■ Try it: In the entries that follow, the lines from the one with "a checked copy." through the one with "import numpy as np" are the ones to write out, exactly and with both ends included. Nothing else should appear.

Record extracts below:

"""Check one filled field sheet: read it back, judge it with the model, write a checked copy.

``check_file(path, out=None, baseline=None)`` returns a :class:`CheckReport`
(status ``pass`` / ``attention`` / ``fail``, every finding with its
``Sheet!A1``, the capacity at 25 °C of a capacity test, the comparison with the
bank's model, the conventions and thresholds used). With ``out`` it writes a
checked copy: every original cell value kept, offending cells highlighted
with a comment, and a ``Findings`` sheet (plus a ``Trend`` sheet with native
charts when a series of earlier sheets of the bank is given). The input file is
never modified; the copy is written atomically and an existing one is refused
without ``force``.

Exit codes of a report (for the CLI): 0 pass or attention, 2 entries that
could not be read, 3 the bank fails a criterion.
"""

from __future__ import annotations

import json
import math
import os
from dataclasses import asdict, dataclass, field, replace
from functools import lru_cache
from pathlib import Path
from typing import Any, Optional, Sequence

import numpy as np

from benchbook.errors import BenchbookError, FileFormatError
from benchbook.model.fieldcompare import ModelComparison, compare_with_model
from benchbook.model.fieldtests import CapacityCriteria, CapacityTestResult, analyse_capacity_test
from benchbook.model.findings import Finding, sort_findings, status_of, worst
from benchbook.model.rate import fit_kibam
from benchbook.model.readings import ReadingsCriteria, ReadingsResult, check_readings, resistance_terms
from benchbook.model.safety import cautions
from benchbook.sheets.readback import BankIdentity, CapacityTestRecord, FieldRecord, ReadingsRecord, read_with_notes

End of Record extracts.
Record extracts below:

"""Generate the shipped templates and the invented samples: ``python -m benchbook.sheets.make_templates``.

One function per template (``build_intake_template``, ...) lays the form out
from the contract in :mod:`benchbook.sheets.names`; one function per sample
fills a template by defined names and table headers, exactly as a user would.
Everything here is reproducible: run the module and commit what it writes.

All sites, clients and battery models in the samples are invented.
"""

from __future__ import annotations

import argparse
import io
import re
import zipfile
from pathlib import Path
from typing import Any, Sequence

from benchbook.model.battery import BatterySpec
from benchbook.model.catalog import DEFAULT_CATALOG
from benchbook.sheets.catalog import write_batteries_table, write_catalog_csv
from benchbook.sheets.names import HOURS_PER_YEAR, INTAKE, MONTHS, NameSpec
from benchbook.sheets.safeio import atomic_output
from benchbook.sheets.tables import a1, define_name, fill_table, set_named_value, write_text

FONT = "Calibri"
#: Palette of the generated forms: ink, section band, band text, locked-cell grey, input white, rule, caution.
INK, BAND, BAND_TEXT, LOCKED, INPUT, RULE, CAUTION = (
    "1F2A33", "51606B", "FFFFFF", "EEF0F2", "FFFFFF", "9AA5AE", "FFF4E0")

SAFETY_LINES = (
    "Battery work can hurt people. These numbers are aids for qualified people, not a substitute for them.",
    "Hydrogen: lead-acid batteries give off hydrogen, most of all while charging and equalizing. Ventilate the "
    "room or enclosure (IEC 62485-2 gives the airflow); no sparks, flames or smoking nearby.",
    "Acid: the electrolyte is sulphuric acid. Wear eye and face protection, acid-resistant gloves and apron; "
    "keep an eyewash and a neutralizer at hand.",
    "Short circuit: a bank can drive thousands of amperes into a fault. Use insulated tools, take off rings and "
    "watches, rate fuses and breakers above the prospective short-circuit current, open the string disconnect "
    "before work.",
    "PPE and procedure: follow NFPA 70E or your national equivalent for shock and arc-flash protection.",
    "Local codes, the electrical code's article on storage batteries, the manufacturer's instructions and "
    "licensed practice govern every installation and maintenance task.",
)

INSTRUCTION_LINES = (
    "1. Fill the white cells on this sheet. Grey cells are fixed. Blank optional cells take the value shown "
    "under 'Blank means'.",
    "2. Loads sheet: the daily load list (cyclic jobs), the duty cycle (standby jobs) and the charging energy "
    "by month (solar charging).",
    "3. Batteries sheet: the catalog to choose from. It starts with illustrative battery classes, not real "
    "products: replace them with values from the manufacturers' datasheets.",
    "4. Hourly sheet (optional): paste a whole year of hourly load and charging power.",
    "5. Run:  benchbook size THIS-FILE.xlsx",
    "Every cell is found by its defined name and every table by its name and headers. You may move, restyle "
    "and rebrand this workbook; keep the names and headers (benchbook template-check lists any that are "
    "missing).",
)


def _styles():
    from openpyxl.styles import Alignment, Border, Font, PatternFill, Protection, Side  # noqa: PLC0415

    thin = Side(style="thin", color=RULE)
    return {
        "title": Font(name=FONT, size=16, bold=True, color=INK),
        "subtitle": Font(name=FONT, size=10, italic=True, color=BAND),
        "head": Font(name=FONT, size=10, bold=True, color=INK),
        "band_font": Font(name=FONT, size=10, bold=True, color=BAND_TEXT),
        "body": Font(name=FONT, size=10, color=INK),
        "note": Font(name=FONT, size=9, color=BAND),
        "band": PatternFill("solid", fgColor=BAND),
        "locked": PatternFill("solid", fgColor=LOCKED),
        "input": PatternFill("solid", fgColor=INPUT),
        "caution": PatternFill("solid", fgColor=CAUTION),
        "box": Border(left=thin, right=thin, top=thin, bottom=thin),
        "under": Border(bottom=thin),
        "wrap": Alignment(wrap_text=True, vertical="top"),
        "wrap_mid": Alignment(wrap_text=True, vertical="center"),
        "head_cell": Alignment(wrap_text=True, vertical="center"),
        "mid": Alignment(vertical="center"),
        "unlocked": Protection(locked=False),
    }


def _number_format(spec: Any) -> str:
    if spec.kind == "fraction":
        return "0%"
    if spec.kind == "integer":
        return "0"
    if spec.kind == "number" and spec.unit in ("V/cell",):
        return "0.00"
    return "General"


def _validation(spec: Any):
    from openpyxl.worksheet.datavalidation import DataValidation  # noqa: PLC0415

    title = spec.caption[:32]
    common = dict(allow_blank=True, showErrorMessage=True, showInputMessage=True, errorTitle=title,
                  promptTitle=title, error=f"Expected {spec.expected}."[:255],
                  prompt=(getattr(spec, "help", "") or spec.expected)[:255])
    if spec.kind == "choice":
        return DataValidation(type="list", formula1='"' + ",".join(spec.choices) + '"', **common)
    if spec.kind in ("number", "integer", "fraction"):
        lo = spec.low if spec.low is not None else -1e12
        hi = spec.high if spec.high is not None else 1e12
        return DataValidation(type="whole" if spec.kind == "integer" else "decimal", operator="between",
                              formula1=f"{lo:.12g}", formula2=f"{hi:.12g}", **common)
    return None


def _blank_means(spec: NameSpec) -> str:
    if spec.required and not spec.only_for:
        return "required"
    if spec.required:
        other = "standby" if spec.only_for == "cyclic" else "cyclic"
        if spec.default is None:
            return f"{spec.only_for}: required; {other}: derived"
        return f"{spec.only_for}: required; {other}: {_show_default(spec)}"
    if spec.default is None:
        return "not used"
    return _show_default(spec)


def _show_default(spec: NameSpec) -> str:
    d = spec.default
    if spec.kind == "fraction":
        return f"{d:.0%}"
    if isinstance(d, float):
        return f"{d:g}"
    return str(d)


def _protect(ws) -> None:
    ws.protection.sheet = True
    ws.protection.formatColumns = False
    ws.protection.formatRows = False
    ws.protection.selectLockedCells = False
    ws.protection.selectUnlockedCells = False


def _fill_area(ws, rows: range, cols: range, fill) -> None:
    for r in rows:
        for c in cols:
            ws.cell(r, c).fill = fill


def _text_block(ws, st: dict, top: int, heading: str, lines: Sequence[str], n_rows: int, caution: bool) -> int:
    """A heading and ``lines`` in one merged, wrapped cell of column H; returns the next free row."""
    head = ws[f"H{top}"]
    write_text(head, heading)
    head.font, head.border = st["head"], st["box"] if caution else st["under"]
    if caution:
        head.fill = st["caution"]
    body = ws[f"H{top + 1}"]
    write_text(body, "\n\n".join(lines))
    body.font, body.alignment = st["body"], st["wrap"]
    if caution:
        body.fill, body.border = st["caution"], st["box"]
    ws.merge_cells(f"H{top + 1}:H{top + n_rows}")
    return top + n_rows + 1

End of Record extracts.

■ Solution to this exercise:
"""Check one filled field sheet: read it back, judge it with the model, write a checked copy.

``check_file(path, out=None, baseline=None)`` returns a :class:`CheckReport`
(status ``pass`` / ``attention`` / ``fail``, every finding with its
``Sheet!A1``, the capacity at 25 °C of a capacity test, the comparison with the
bank's model, the conventions and thresholds used). With ``out`` it writes a
checked copy: every original cell value kept, offending cells highlighted
with a comment, and a ``Findings`` sheet (plus a ``Trend`` sheet with native
charts when a series of earlier sheets of the bank is given). The input file is
never modified; the copy is written atomically and an existing one is refused
without ``force``.

Exit codes of a report (for the CLI): 0 pass or attention, 2 entries that
could not be read, 3 the bank fails a criterion.
"""

from __future__ import annotations

import json
import math
import os
from dataclasses import asdict, dataclass, field, replace
from functools import lru_cache
from pathlib import Path
from typing import Any, Optional, Sequence

import numpy as np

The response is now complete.